Thank you very much Michael, I’ll try to follow those steps!

(Michael Guia) #176

Fair warning, some users recommend using Ubuntu. Just food for thought…

Perhaps @dradientgescent can clarify on this

(Jeremy Howard) #177

Just to clarify: “Pascal” refers to a whole generation of Nvidia GPUs, which includes the 1080 series and the most recent Titan X.

And it’s fine to have different cards, although if they have very different memory amounts it can get confusing.

(Christopher) #178

970 will be able to do a lot of part I but will need some adjusting for CNN as it has low memory and some of the memory is crippled.

All of part 1 works on Windows but part II does not as tensorflow for 3.6 isn’t available for Windows yet and Windows in general causes a lot of headaches with most of Jeremy’s notebooks. Many of them require certain functionality in Linux when doing file operations and some of the libraries are a pain in the butt on Window.

I highly recommend avoiding Windows, it just adds far too many headaches but you can get away its little issues in part I just not part II.

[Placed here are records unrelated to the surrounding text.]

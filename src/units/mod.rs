//! Owns numbers with units: money, and quantities as people write them.

mod money;

pub use money::Money;

/// Watts as they are compared: whole microwatts, so that ties are ties.
#[must_use]
#[allow(clippy::cast_possible_truncation)] // below 2^53
pub fn microwatts(watts: f64) -> i64 {
    (watts * 1e6).round() as i64
}
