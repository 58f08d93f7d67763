//! Owns money: exact, so that "cheaper by one millionth" is provable and ties are ties.

use std::fmt;
use std::iter::Sum;
use std::ops::{Add, Mul};

/// Millionths of the catalogue's currency.
#[derive(Debug, Clone, Copy, Default, PartialEq, Eq, PartialOrd, Ord, Hash)]
pub struct Money(pub i64);

impl Money {
    /// Millionths in one unit of the currency.
    pub const SCALE: i64 = 1_000_000;
    /// Highest price that a row may state (currency units): a run of 1e6 units of 1e3 pieces still fits an i64.
    pub const HIGHEST: i64 = 1_000_000;

    /// In units of the currency, for reports and JSON.
    #[must_use]
    #[allow(clippy::cast_precision_loss)]
    pub fn value(self) -> f64 {
        self.0 as f64 / Self::SCALE as f64
    }
}

impl Add for Money {
    type Output = Money;
    fn add(self, other: Money) -> Money {
        Money(self.0 + other.0)
    }
}

impl Mul<u64> for Money {
    type Output = Money;
    fn mul(self, pieces: u64) -> Money {
        Money(self.0 * pieces.cast_signed())
    }
}

impl Sum for Money {
    fn sum<I: Iterator<Item = Money>>(iter: I) -> Money {
        iter.fold(Money(0), Add::add)
    }
}

impl fmt::Display for Money {
    /// At least two decimals, and as many more as the amount has.
    fn fmt(&self, f: &mut fmt::Formatter<'_>) -> fmt::Result {
        let sign = if self.0 < 0 { "-" } else { "" };
        let (whole, rest) = (
            self.0.unsigned_abs() / Self::SCALE.unsigned_abs(),
            self.0.unsigned_abs() % Self::SCALE.unsigned_abs(),
        );
        let decimals = format!("{rest:06}");
        let kept = decimals.trim_end_matches('0').len().max(2);
        f.pad(&format!("{sign}{whole}.{}", &decimals[..kept]))
    }
}
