use crate::audit::{Check, Corner, Known, Raw, SectionHeat, Site, Stage, rectifier, reservoir, whole};
use crate::build::pieces_of_rectifier;
use crate::catalogue::{Rectifier, Sink};
use crate::screen::bounds::{HeatBound, least_bank_f, least_rms_a, let_through_v, source_reaches};
use crate::screen::column::Column;
use crate::screen::prices::FloorPrices;
use crate::screen::reach::{Reach, Source, bare_circuit, carries};
use crate::screen::shelf::{Bank, Shelf};
use crate::screen::solved::{Losses, Solved};
use crate::screen::stop::Stop;
use crate::screen::{Counts, Objective};

/// A source with a rectifier; its banks once opened.
struct Pair {
    source: usize,
    rectifier: usize,
    /// Bank and lower bound of the key of all that comes of it, rising.
    banks: Vec<(usize, (i64, i64))>,
}

/// A section that some device may stand behind.
struct Section {
    pair: usize,
    bank: usize,
    /// Least cost without the device.
    cost: i64,
    /// Least heat.
    heat: i64,
    /// Its steady states by load.
    solved: Vec<Solved>,
}

/// A solved section with one device and one rectifier sink: only the pass sink is open.
struct Stack<'c> {
    column: Column<'c>,
    /// Sinks that hold, cheapest first; `None` = free-standing.
    sinks: Vec<Option<&'c Sink>>,
}

#[derive(Debug, Clone, Copy, PartialEq, Eq, PartialOrd, Ord)]
enum Entry {
    Pair(usize),
    Bank(usize, usize),
    Device(usize, usize),
    Stack(usize, usize),
}

/// Lower bound of a heat in whole microwatts, below any rounding of the sums it enters.
#[allow(clippy::cast_possible_truncation)]
fn heat_floor(watts: f64) -> i64 {
    (watts * 1e6 - 1e-3).floor() as i64
}

/// The walk of one rail.
pub struct Walk<'s, 'c> {
    site: &'s Site<'c>,
    shelf: Shelf<'c>,
    objective: Objective,
    prices: FloorPrices,
    sources: Vec<Source<'c>>,
    pairs: Vec<Pair>,
    sections: Vec<Section>,
    stacks: Vec<Stack<'c>>,
    /// Banks by least price.
    by_price: Vec<(usize, i64)>,
    /// Lower bound of every open entry; the entry itself makes the order total.
    heap: BinaryHeap<Reverse<((i64, i64), Entry)>>,
    steps: u64,
}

Jupyter is much more responsive on Linux as well, training times are very similar but Jupyter is laggy on Windows doing things like opening notebooks and processing stuff.


First of all, thank you for your answer.

As usual, it seems that Windows is the least recommended option for science…! So, let me redo my initial question. If I wanted to avoid Windows, could I make an Ubuntu installation under VirtualBox work with my GPU (the host system being Windows 10)? If that was not possible, could I follow the course without GPU in a VirtualBox VM with Ubuntu and with the Tensorflow CPU-only installation?

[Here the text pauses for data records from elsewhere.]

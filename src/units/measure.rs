//! Owns the reading of one value: a quantity in its range, money, a count.

use super::quantity::{Decimal, decimal};
use super::{Dimension, Money, Range, Wrong};

/// Highest count of anything: pieces, builds.
const MOST: u64 = 1_000_000_000;

/// A quantity that a column or key takes: dimension, unit of a number alone, range in that unit.
#[derive(Debug, Clone, Copy, PartialEq)]
pub struct Measure {
    /// What it is.
    pub dimension: Dimension,
    /// The unit of a number alone, "" for a plain number.
    pub unit: &'static str,
    /// What is allowed, in that unit.
    pub range: Range,
}

impl Measure {
    /// From its three parts.
    #[must_use]
    pub const fn new(dimension: Dimension, unit: &'static str, range: Range) -> Measure {
        Measure { dimension, unit, range }
    }

    /// A plain number.
    #[must_use]
    pub const fn plain(range: Range) -> Measure {
        Measure::new(Dimension::Number, "", range)
    }

    /// Reads a cell: a number alone is in the column's unit; letter codes stand for capacitance and resistance.
    ///
    /// # Errors
    /// What is wrong with it and what is allowed.
    pub fn cell(&self, text: &str) -> Result<f64, Wrong> {
        let text = text.trim();
        if let Some((digits, power)) = letter_code(text, self.dimension) {
            let number = Decimal {
                mantissa: &digits,
                exponent: 0,
            };
            return self.within(&number, (power, 1.0));
        }
        match self.split(text)? {
            (number, "") => self.within(&number, self.own_scale()),
            (number, unit) => self.with_unit(&number, unit),
        }
    }

    /// Reads a key of a supply file: the unit must be written.
    ///
    /// # Errors
    /// What is wrong with it and what is allowed.
    pub fn written(&self, text: &str) -> Result<f64, Wrong> {
        let text = text.trim();
        match self.split(text)? {
            (number, "") if self.dimension == Dimension::Number => self.within(&number, self.own_scale()),
            (_, "") => Err(Wrong::new("has no unit", format!("write \"{text} {}\"", self.unit))),
            (number, unit) => self.with_unit(&number, unit),
        }
    }

    /// "above 0 up to 300 %".
    #[must_use]
    pub fn words(&self) -> String {
        self.range.words(self.unit)
    }

    fn split<'a>(&self, text: &'a str) -> Result<(Decimal<'a>, &'a str), Wrong> {
        no_comma(text)?;
        let (number, rest) = decimal(text).ok_or_else(|| {
            Wrong::new(
                "is not a number",
                format!("{}: {}", self.dimension.noun(), self.words()),
            )
        })?;
        Ok((number, rest.trim_start()))
    }

    fn with_unit(&self, number: &Decimal<'_>, unit: &str) -> Result<f64, Wrong> {
        let scale = self.dimension.scale(unit).ok_or_else(|| {
            let noun = self.dimension.noun();
            if self.dimension == Dimension::Number {
                return Wrong::new("is not a number", format!("{noun}: {}", self.words()));
            }
            Wrong::new(
                format!("is not {noun}"),
                format!("its unit is one of {}", self.dimension.symbols()),
            )
        })?;
        self.within(number, scale)
    }

    fn within(&self, number: &Decimal<'_>, (power, factor): (i32, f64)) -> Result<f64, Wrong> {
        let (own_power, own_factor) = self.own_scale();
        let si = |end: f64| {
            let text = end.to_string();
            let end = Decimal {
                mantissa: &text,
                exponent: 0,
            };
            end.times_ten_to(own_power).unwrap_or(f64::MAX) * own_factor
        };
        let value = number.times_ten_to(power).map(|x| x * factor);
        value
            .filter(|x| self.range.holds(*x, si))
            .ok_or_else(|| Wrong::new("is out of range", format!("allowed: {}", self.words())))
    }

    fn own_scale(&self) -> (i32, f64) {
        self.dimension.scale(self.unit).unwrap_or((0, 1.0))
    }
}

/// Number and unit of a quantity as it is written, the number in that unit; `None` where no number begins it.
#[must_use]
pub fn number_and_unit(text: &str) -> Option<(f64, &str)> {
    let (number, unit) = decimal(text.trim())?;
    Some((number.times_ten_to(0)?, unit.trim_start()))
}

/// An IEC 60062 code: the letter stands for the point and for the power of ten. Gives the digits with a point.
fn letter_code(text: &str, dimension: Dimension) -> Option<(String, i32)> {
    let (at, letter) = text.char_indices().find(|(_, c)| !c.is_ascii_digit())?;
    let power = match (dimension, letter) {
        (Dimension::Capacitance, 'p') => -12,
        (Dimension::Capacitance, 'n') => -9,
        (Dimension::Capacitance, 'u' | '\u{B5}' | '\u{3BC}') => -6,
        (Dimension::Capacitance, 'm') => -3,
        (Dimension::Resistance, 'R') => 0,
        (Dimension::Resistance, 'K' | 'k') => 3,
        (Dimension::Resistance, 'M') => 6,
        _ => return None,
    };
    let (whole, decimals) = (&text[..at], &text[at + letter.len_utf8()..]);
    let digits = decimals.bytes().all(|b| b.is_ascii_digit()) && whole.len() + decimals.len() > 0;
    digits.then(|| (format!("{whole}.{decimals}"), power))
}

/// Reads a price or a cost: exact, so no exponent and no more decimals than money has.
///
/// # Errors
/// What is wrong with it and what is allowed.
pub fn money(text: &str) -> Result<Money, Wrong> {
    let text = text.trim();
    no_comma(text)?;
    let allowed = || {
        format!(
            "an amount from 0 to {}, at most 6 decimals, without a currency sign",
            Money::HIGHEST
        )
    };
    let (whole, decimals) = text.split_once('.').unwrap_or((text, ""));
    let digits = |s: &str| s.bytes().all(|b| b.is_ascii_digit());
    let unsigned = whole.strip_prefix(['-', '+']).unwrap_or(whole);
    if !digits(unsigned) || !digits(decimals) || unsigned.len() + decimals.len() == 0 {
        return Err(Wrong::new("is not an amount", allowed()));
    }
    if decimals.len() > 6 {
        return Err(Wrong::new("has more than 6 decimals", allowed()));
    }
    let millionths: Option<i64> = format!("{unsigned}{decimals:0<6}").parse().ok();
    let sign = if whole.starts_with('-') { -1 } else { 1 };
    millionths
        .map(|m| Money(m * sign))
        .filter(|m| (0..=Money::HIGHEST * Money::SCALE).contains(&m.0))
        .ok_or_else(|| Wrong::new("is out of range", allowed()))
}

/// Reads a count from `least` to `most` (at most a thousand million).
///
/// # Errors
/// What is wrong with it and what is allowed.
pub fn whole(text: &str, least: u64, most: u64) -> Result<u64, Wrong> {
    let text = text.trim();
    let most = most.min(MOST);
    let allowed = format!("a whole number from {least} to {most}");
    let unsigned = text.strip_prefix(['-', '+']).unwrap_or(text);
    if unsigned.is_empty() || !unsigned.bytes().all(|b| b.is_ascii_digit()) {
        return Err(Wrong::new("is not a whole number", allowed));
    }
    (text.parse().ok())
        .filter(|n| (least..=most).contains(n))
        .ok_or_else(|| Wrong::new("is out of range", allowed))
}

/// A comma is never stripped: "9,99" would become 999, and "1,355" has two meanings.
fn no_comma(text: &str) -> Result<(), Wrong> {
    if text.contains(',') {
        return Err(Wrong::new(
            "has a comma",
            "write a decimal comma as a point, thousands without separator",
        ));
    }
    Ok(())
}

#[cfg(test)]
#[allow(clippy::float_cmp)] // Scaling is exact by design: equal quantities are equal bits.
mod tests {
    use super::*;

    const UF: Measure = Measure::new(Dimension::Capacitance, "uF", Range::above(0.0).to(1e8));
    const MOHM: Measure = Measure::new(Dimension::Resistance, "mohm", Range::from(0.0).to(1e6));
    const V: Measure = Measure::new(Dimension::Voltage, "V", Range::from(-1000.0).to(1000.0));
    const PCT: Measure = Measure::new(Dimension::Percentage, "%", Range::from(0.0).below(100.0));
    const DIP: Measure = Measure::new(Dimension::Time, "ms", Range::above(0.0).to(1e4));

    #[track_caller]
    fn wrong<T: std::fmt::Debug>(result: Result<T, Wrong>, problem: &str, allowed: &str) {
        assert_eq!(result.unwrap_err(), Wrong::new(problem, allowed));
    }

    #[test]
    fn the_same_quantity_is_the_same_bits() {
        for text in [
            "4700",
            "4.7 mF",
            "4700uF",
            "4700 \u{B5}F",
            "4m7",
            "4700u",
            "0.0047 F",
            "4.7e3",
        ] {
            assert_eq!(UF.cell(text), Ok(0.0047), "{text}");
        }
        for text in ["33", "33 mohm", "0.033 ohm", "33 m\u{3A9}", "33m\u{2126}", "R033"] {
            assert_eq!(MOHM.cell(text), Ok(0.033), "{text}");
        }
        assert_eq!(MOHM.cell("2R2"), Ok(2.2));
        assert_eq!(MOHM.cell("470R"), Ok(470.0));
        assert_eq!(MOHM.cell("R47"), Ok(0.47));
        assert_eq!(V.written("230 V"), Ok(230.0));
        assert_eq!(V.written("-15V"), Ok(-15.0));
        assert_eq!(V.written("250\u{A0}mV"), Ok(0.25));
        assert_eq!(PCT.written("10 %"), Ok(0.1));
        assert_eq!(PCT.cell("99.9"), Ok(0.999));
        assert_eq!(DIP.written("10 ms"), Ok(0.01));
        assert_eq!(DIP.written("0.1 min"), Ok(6.0));
    }

    #[test]
    fn ends_of_a_range_are_inside_in_any_unit() {
        assert_eq!(UF.cell("100 F").map_err(|_| ()), Ok(100.0));
        assert!(UF.cell("100000001").is_err());
        assert!(UF.cell("0").is_err());
        assert!(PCT.cell("100").is_err());
    }

    #[test]
    fn bad_quantities() {
        let not = "a capacitance: above 0 up to 100000000 uF";
        for text in ["", "NaN", "inf", "-inf", "abc", "--5", "uF"] {
            wrong(UF.cell(text), "is not a number", not);
        }
        let range = "allowed: above 0 up to 100000000 uF";
        for text in ["-5", "0", "1e400", "1e-400", "-0", "1e999999999999"] {
            wrong(UF.cell(text), "is out of range", range);
        }
        let units = "its unit is one of F, pF, nF, uF, mF";
        for text in ["5 V", "5 uf", "4.7u", "4 7", "1.2.3", "4m7x", "5 kF"] {
            wrong(UF.cell(text), "is not a capacitance", units);
        }
        wrong(
            V.cell("4,7"),
            "has a comma",
            "write a decimal comma as a point, thousands without separator",
        );
        wrong(V.written("5"), "has no unit", "write \"5 V\"");
        wrong(V.written("4V7"), "is not a voltage", "its unit is one of V, uV, mV, kV");
    }

    #[test]
    fn money_is_exact() {
        for (text, millionths) in [
            ("0", 0),
            ("0.38", 380_000),
            ("11.840001", 11_840_001),
            ("1000000", 1_000_000_000_000),
            (".5", 500_000),
            ("5.", 5_000_000),
            ("-0", 0),
        ] {
            assert_eq!(money(text), Ok(Money(millionths)), "{text}");
        }
        let allowed = "an amount from 0 to 1000000, at most 6 decimals, without a currency sign";
        wrong(money("0.0000001"), "has more than 6 decimals", allowed);
        wrong(money("-1"), "is out of range", allowed);
        wrong(money("1000000.000001"), "is out of range", allowed);
        wrong(money("99999999999999999999"), "is out of range", allowed);
        for text in ["", ".", "NaN", "1e3", "0.38 EUR", "\u{20AC}1", "--1", "1.2.3"] {
            wrong(money(text), "is not an amount", allowed);
        }
    }

    #[test]
    fn counts_are_whole() {
        assert_eq!(whole("250", 1, MOST), Ok(250));
        let allowed = "a whole number from 1 to 99";
        for text in ["0", "100", "-1", "99999999999999999999999"] {
            wrong(whole(text, 1, 99), "is out of range", allowed);
        }
        for text in ["", "1.5", "2.0", "1e3", "NaN", "x", "1 000"] {
            wrong(whole(text, 1, 99), "is not a whole number", allowed);
        }
    }
}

What I want, in the end, is to be able to set up and use my own GPU, as I already have it. My second option would be to know if it is feasible to follow the course with a CPU-only installation, as I’d like to avoid AWS, which would be my last option.

Thanks again for your help!

(Christopher) #180

If you are doing part I then windows is usable. It isn’t ideal as you need to change the notebooks a little when it comes to operating system commands via the % symbol.

Part II is not possible with Windows as even more file system issues and missing core
Libraries like tensorflow and pytorch for 3.6.

You can use virtual box but using Ubuntu bash for windows would be better. Although it has some limitations and you can’t use gpu.

Windows cannot pass gpu to Linux but you can pass gpu from Linux to Windows.

The best option if you do not do a dedicated box is to dual boot.

CPU is going to be really slow, costing nearly hundred
hours or more of wasted time.

You can look at Floyd, you get enough free hours to finish the course but it is extremely difficult to use and frustrating. AWS is better choice but will cost a lot more but can be mitigated by using spot images.


Hmmm I see… well, then I’m going to try to install Ubuntu alongside Windows, I should have done it years ago. Thanks for all the help!